The effect will be a bloc of nations enforcing their own labor laws abroad. In addition to large European companies, the requirements will apply to non-EU based companies with a net turnover of more than €450 million inside the EU, meaning it could apply to US firms, too.
Murky Process
Enforcement of the German law will offer an early look at how it will work, though questions remain.
The country’s export agency, known as BAFA, can inspect and demand documents from employers suspected of violating the law. The agency says it investigates every complaint as a matter of procedure. The UAW announced May 16 its complaint was under investigation.
Little else is known about the government’s investigatory process, which has been kept largely behind closed doors, said Miriam-Lena Horn, head of the Division for International Value Chains for the German Trade Union Confederation, an umbrella organization made up of eight large unions.
That’s partially because the law is so new, but it’s also by design. There is an effort “not to name and shame companies” before complaints have been substantiated, Horn said.
Horn said she’s not aware of any fines that have been made public. Spokespeople for BAFA, the German Chancellery, and the UAW didn’t respond to requests for comment.
Once all the laws are up and running, the goal will be to create a “globally harmonized market that would set a standard under which all companies would have to operate,” Horn said.
As for Mercedes, company spokeswoman Andrea Berg said in an email that management “has not interfered or retaliated against any Team Member in their right to pursue union representation,” and “firmly denies it has made any adverse employment decision based on union affiliation.”
The UAW remains in a precarious place in its campaign to organize foreign automakers. The loss in Alabama was a stark reversal from a few weeks earlier when workers at
It was the first major union election since the German supply chain law took effect. The company remained largely neutral, and the union passed with 73% of the vote.
White House Takes Interest
The US has long had a tense relationship with global labor standards.
It has never ratified two key conventions of the International Labour Organization—an arm of the United Nations that emerged after World War I—that guarantee freedom of collective bargaining.
That’s mainly because the guarantees also apply to public-sector unions that are regulated by states and municipalities, said Marculewicz, the international labor attorney. The federal government is prevented from regulating those entities under the 10th Amendment, he said.
The ramifications of the German law haven’t escaped the Biden administration, however.

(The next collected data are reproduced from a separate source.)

// forecastInput extends input fi over the horizon (its planned future
// from set.Future, or a forecast by its input model), adds its
// contribution to what (the forecast of D(B) y) and, for a forecast
// input, its forecast-error variance to vr. The warning is non-nil for a
// plan outside the range of the record.
func forecastInput(fi *inputState, set ForecastSettings, n, h int, dc, vr, what []float64) (InputForecast, *ForecastWarning, error) {
	in := fi.in
	L := n + h
	ifc := InputForecast{Series: in.Series}
	ifc.RecordMin, ifc.RecordMax = valueRange(fi.x)
	xe := make([]float64, L)
	copy(xe, fi.x)
	var warn *ForecastWarning
	if fut, ok := set.Future[in.Series]; ok {
		copy(xe[n:], fut[:h])
		ifc.Known = true
		if lo, hi := valueRange(fut[:h]); n > 0 && (lo < ifc.RecordMin || hi > ifc.RecordMax) {
			warn = &ForecastWarning{Kind: PlanOutsideRecord, Input: in.Series,
				RecordMin: ifc.RecordMin, RecordMax: ifc.RecordMax, PlanMin: lo, PlanMax: hi,
				Message: fmt.Sprintf("input %q: the planned values span %s .. %s, outside the range %s .. %s seen in the record; the forecast extrapolates the model beyond what the data showed of it",
					in.Series, formatSig(lo, 6), formatSig(hi, 6), formatSig(ifc.RecordMin, 6), formatSig(ifc.RecordMax, 6))}
		}
	} else {
		im, err := inputModelFor(fi, set)
		if err != nil {
			return ifc, nil, err
		}
		ifc.Model = im
		if err := predictInput(fi, im, xe, n, h, dc, vr); err != nil {
			return ifc, nil, err
		}
	}
	ifc.Values = append([]float64(nil), xe[n:]...)
	// u over the extended series with the fitted filter, as in Model.
	ze := applyDiff(xe, in.Diff.Coeffs())
	for t := fi.d; t < L; t++ {
		ze[t] -= fi.z0
	}
	se := make([]float64, L)
	if in.Delay < L {
		filter.Run(se[in.Delay:], unitPoly, fi.denC, ze[:L-in.Delay])
	}
	ue := make([]float64, L)
	fir(ue, fi.numC, se, 0, false)
	for j := 0; j < h; j++ {
		what[j] += ue[n+j] + fi.gain*fi.z0
	}
	return ifc, warn, nil
}

// inputModelFor returns the model that forecasts input fi: the one in
// set.InputModels, or an autoregression fitted to its differenced
// values by Yule-Walker, with empty polynomials as 1 and copies of the
// caller's coefficients.
func inputModelFor(fi *inputState, set ForecastSettings) (InputModel, error) {
	im, ok := set.InputModels[fi.in.Series]
	if !ok {
		yw, err := arma.YuleWalker(fi.z[fi.d:], 0)
		if err != nil {
			return im, &StageError{Stage: fmt.Sprintf("fitting an autoregression to forecast input %q (give its future in ForecastSettings.Future or a model in ForecastSettings.InputModels)", fi.in.Series), Err: err}
		}
		im = InputModel{AR: yw.Poly(), MA: []float64{1}, C: yw.Mean, Sigma2: yw.Var}
	}
	if len(im.AR) == 0 {
		im.AR = []float64{1}
	}
	if len(im.MA) == 0 {
		im.MA = []float64{1}
	}
	im.AR = append([]float64(nil), im.AR...)
	im.MA = append([]float64(nil), im.MA...)
	return im, nil
}

// predictInput writes the forecast of input fi by im into xe[n:n+h]
// (integrating its differencing) and adds its forecast errors, carried
// through omega B^b MA/(delta AR D), to vr.
func predictInput(fi *inputState, im InputModel, xe []float64, n, h int, dc, vr []float64) error {
	in := fi.in
	dx := in.Diff.Coeffs()
	zf := forecastARMA(fi.z, fi.d, im, h)
	for j := 0; j < h; j++ {
		t := n + j
		v := zf[j]
		for k := 1; k < len(dx); k++ {
			v -= dx[k] * xe[t-k]
		}
		xe[t] = v / dx[0]
		if math.IsNaN(xe[t]) || math.IsInf(xe[t], 0) {
			return overflowErr("forecast of input "+strconv.Quote(in.Series), t, xe[t],
				"the input's forecast overflowed float64; give its future in ForecastSettings.Future or a stationary model in ForecastSettings.InputModels, or shorten the horizon")
		}
	}
	num := poly.Mul(poly.Shift(fi.numC, in.Delay), im.MA)
	den := poly.Mul(poly.Mul(fi.denC, im.AR), dc)
	ps, err := poly.Divide(num, den, h)
	if err != nil {
		return &errs.ModelError{Part: "input " + strconv.Quote(in.Series), Problem: "the psi weights of its forecast errors do not exist (" + err.Error() + "): its denominator, its input model's AR and the differencing must have non-zero constant terms", Err: err}
	}
	acc := 0.0
	for j := 0; j < h; j++ {
		acc += ps[j] * ps[j]
		vr[j] += im.Sigma2 * acc
	}
	return nil
}

// integrate returns y extended by the forecast what of D(B) y,
// integrating the differencing dc with the observed outputs.
func integrate(y, what, dc []float64) []float64 {
	n := len(y)
	L := n + len(what)
	ye := make([]float64, L)
	copy(ye, y)
	for t := n; t < L; t++ {
		v := what[t-n]
		for k := 1; k < len(dc); k++ {
			v -= dc[k] * ye[t-k]
		}
		ye[t] = v / dc[0]
	}
	return ye
}

// setIntervals sets the forecast means (mean), standard errors (from
// the variances vr) and limits at fc.Level, and refuses a value that
// overflowed.
func (fc *Forecast) setIntervals(mean, vr []float64, e *Estimate) error {
	n := fc.Origin
	z := distuv.UnitNormal.Quantile(0.5 + fc.Level/2)
	for j := range mean {
		fc.Mean[j] = mean[j]
		fc.SE[j] = math.Sqrt(vr[j])
		fc.Lower[j] = fc.Mean[j] - z*fc.SE[j]
		fc.Upper[j] = fc.Mean[j] + z*fc.SE[j]
		for _, r := range []struct {
			name string
			v    float64
		}{{"forecast mean", fc.Mean[j]}, {"forecast standard error", fc.SE[j]}, {"lower forecast limit", fc.Lower[j]}, {"upper forecast limit", fc.Upper[j]}} {
			if math.IsNaN(r.v) || math.IsInf(r.v, 0) {
				return overflowErr(r.name, n+j, r.v,
					fmt.Sprintf("the forecast overflowed float64 at step %d; %s", j+1, divergeHint(e)))
			}
		}
	}
	return nil
}

// valueRange returns the smallest and largest value of x (0, 0 when empty).
func valueRange(x []float64) (lo, hi float64) {
	if len(x) == 0 {
		return 0, 0
	}
	lo, hi = x[0], x[0]
	for _, v := range x {
		lo, hi = math.Min(lo, v), math.Max(hi, v)
	}
	return lo, hi
}

// forecastARMA forecasts z (valid from index d) h steps ahead from its ARMA
// model: innovations by filtering from d with zero pre-sample values,
// future innovations zero.
func forecastARMA(z []float64, d int, im InputModel, h int) []float64 {
	n := len(z)
	zc := make([]float64, n+h)
	for t := d; t < n; t++ {
		zc[t] = z[t] - im.C
	}
	e := make([]float64, n+h)
	filter.Run(e[d:n], im.AR, im.MA, zc[d:n])
	out := make([]float64, h)
	for t := n; t < n+h; t++ {
		v := 0.0
		for k := 1; k < len(im.AR) && t-k >= d; k++ {
			v -= im.AR[k] * zc[t-k]
		}
		for k := 1; k < len(im.MA) && t-k >= d; k++ {
			v += im.MA[k] * e[t-k]
		}
		zc[t] = v / im.AR[0]
		out[t-n] = zc[t] + im.C
	}
	return out
}
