// eval computes the residuals a_t0..a_{n-1} into r and, when jac is not
// nil, their derivatives by filtering.
func (e *engine) eval(x, r []float64, jac [][]float64) error {
	e.set(x)
	phi, dphi := e.ar.Grad(e.lookup, e.narma)
	theta, dtheta := e.ma.Grad(e.lookup, e.narma)
	if e.keepInvertible && !schurStable(theta) {
		return errNonInvertible
	}
	mu := e.mu
	if e.kmu >= 0 {
		mu = x[e.kmu]
	}
	w := e.w
	for t, v := range e.wy {
		w[t] = v - mu
	}
	for k, b := range e.kb {
		if b < 0 {
			continue
		}
		beta, col := x[b], e.wx[k]
		for t := range w {
			w[t] -= beta * col[t]
		}
	}
	t0 := e.t0
	lagApply(r, phi, w, t0, 0)
	maOne := len(theta) == 1 && theta[0] == 1
	if !maOne {
		filter.Run(r, e.one, theta, r)
	}
	if jac == nil {
		return nil
	}
	for k := 0; k < e.narma; k++ {
		col := jac[k]
		if dphi[k] != nil {
			lagApply(col, dphi[k], w, t0, 0)
		} else {
			clear(col)
		}
		if dtheta[k] != nil {
			lagSub(col, dtheta[k], r)
		}
		if !maOne {
			filter.Run(col, e.one, theta, col)
		}
	}
	if e.kmu >= 0 {
		col := jac[e.kmu]
		s := 0.0
		for _, c := range phi {
			s += c
		}
		for i := range col {
			col[i] = -s
		}
		if !maOne {
			filter.Run(col, e.one, theta, col)
		}
	}
	for k, b := range e.kb {
		if b < 0 {
			continue
		}
		col := jac[b]
		lagApply(col, phi, e.wx[k], t0, 0)
		for i := range col {
			col[i] = -col[i]
		}
		if !maOne {
			filter.Run(col, e.one, theta, col)
		}
	}
	return nil
}

func (e *engine) lookup(name string) int {
	k, ok := e.index[name]
	if !ok {
		return -1
	}
	return k
}

// lagApply writes dst[i] = sum_j c_j src[t0+i-j] over the non-zero c_j;
// acc = 1 adds to dst instead of overwriting (dst was cleared).
func lagApply(dst, c, src []float64, t0 int, acc int) {
	var idx [MaxLag + 1]int
	var val [MaxLag + 1]float64
	nz := 0
	for j, v := range c {
		if v != 0 {
			idx[nz], val[nz] = j, v
			nz++
		}
	}
	m := len(dst)
	switch {
	case nz == 1 && idx[0] == 0 && val[0] == 1 && acc == 0:
		copy(dst, src[t0:t0+m])
	case nz == 1 && acc == 0:
		v, s := val[0], src[t0-idx[0]:t0-idx[0]+m]
		for i := range dst {
			dst[i] = v * s[i]
		}
	case nz == 3 && acc == 0:
		v0, v1, v2 := val[0], val[1], val[2]
		s0 := src[t0-idx[0] : t0-idx[0]+m]
		s1 := src[t0-idx[1] : t0-idx[1]+m]
		s2 := src[t0-idx[2] : t0-idx[2]+m]
		for i := range dst {
			dst[i] = v0*s0[i] + v1*s1[i] + v2*s2[i]
		}
	default:
		if acc == 0 {
			clear(dst)
		}
		for q := 0; q < nz; q++ {
			v, s := val[q], src[t0-idx[q]:t0-idx[q]+m]
			for i := range dst {
				dst[i] += v * s[i]
			}
		}
	}
}

// lagSub subtracts sum_j c_j a_{i-j} (a zero before index 0) from dst.
func lagSub(dst, c, a []float64) {
	m := len(dst)
	for j, v := range c {
		if v == 0 || j >= m {
			continue
		}
		d, s := dst[j:], a[:m-j]
		for i := range d {
			d[i] -= v * s[i]
		}
	}
}
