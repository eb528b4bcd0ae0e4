import { NextResponse } from "next/server";
import { databaseHealth } from "@/db/queries/health";

export const dynamic = "force-dynamic";

/** 200 when the database answers, 503 when it does not (load balancers and start.sh read this). */
export async function GET() {
  const database = await databaseHealth();
  const body = { app: "ok", database: database.ok ? "ok" : "unavailable", latencyMs: database.latencyMs };
  return NextResponse.json(body, { status: database.ok ? 200 : 503, headers: { "cache-control": "no-store" } });
}
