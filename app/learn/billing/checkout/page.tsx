import type { Metadata } from "next";
import Link from "next/link";
import { redirect } from "next/navigation";
import { db } from "@/db/client";
import { PageContainer } from "@/components/layout/page-container";
import { Alert } from "@/components/ui/alert";
import { chosenPlan } from "@/lib/auth/chosen-plan";
import { HttpError } from "@/lib/auth/errors";
import { requireArea } from "@/lib/auth/next-context";
import { startCheckout } from "@/lib/billing/checkout";
import { stripe } from "@/lib/billing/stripe";

export const metadata: Metadata = { title: "Payment" };
export const dynamic = "force-dynamic";

// Reached after sign-in with the plan chosen before signing up (lib/auth/chosen-plan.ts): straight on
// to that plan's checkout page. Stripe writes nothing until the card is paid (webhooks), so opening
// this twice costs nothing but a second checkout session that expires unused.
export default async function CheckoutPage({
  searchParams,
}: {
  searchParams: Promise<{ plan?: string; course?: string }>;
}) {
  const user = await requireArea("billing:subscribe");
  const chosen = chosenPlan(await searchParams);
  let url: string | null = null;
  let problem = "That plan is not on offer.";
  if (chosen) {
    try {
      url = (await startCheckout(db(), stripe(), user, { planId: chosen.plan, courseId: chosen.course })).url;
    } catch (e) {
      if (!(e instanceof HttpError)) throw e;
      problem = e.message;
    }
  }
  if (url) redirect(url);
  return (
    <PageContainer className="flex max-w-prose flex-col gap-4">
      <h1 className="text-h2 font-semibold">Payment</h1>
      <Alert tone="warning" title="The payment page could not be opened">
        <p>{problem}</p>
        <p className="mt-2">
          <Link href="/plans">See the plans</Link> or <Link href="/learn/billing">open your billing page</Link>.
        </p>
      </Alert>
    </PageContainer>
  );
}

US National Security Adviser Jake Sullivan recently prodded Germany to investigate the allegations brought by the UAW at the urging of the union’s president, Shawn Fain, Bloomberg Law previously reported.
The union filed the German complaints ahead of the Alabama election, alleging seven violations of the German law, including firing a union supporter with cancer for using his cell phone to communicate with his doctor.
One of the people familiar with the call said it demonstrated Sullivan’s commitment to a White House order last November, which adopted a “whole of government” approach to advancing workers’ rights globally. It also underscored how closely the White House and UAW are aligned now that the union endorsed Biden’s re-election.
The union also filed unfair labor practice charges with the US National Labor Relations Board, which could lay the groundwork for the union to challenge the election under a 2023 doctrine that can impose bargaining orders on employers—essentially an automatic win for the union—in cases where management has violated workers’ rights in the run-up to an election.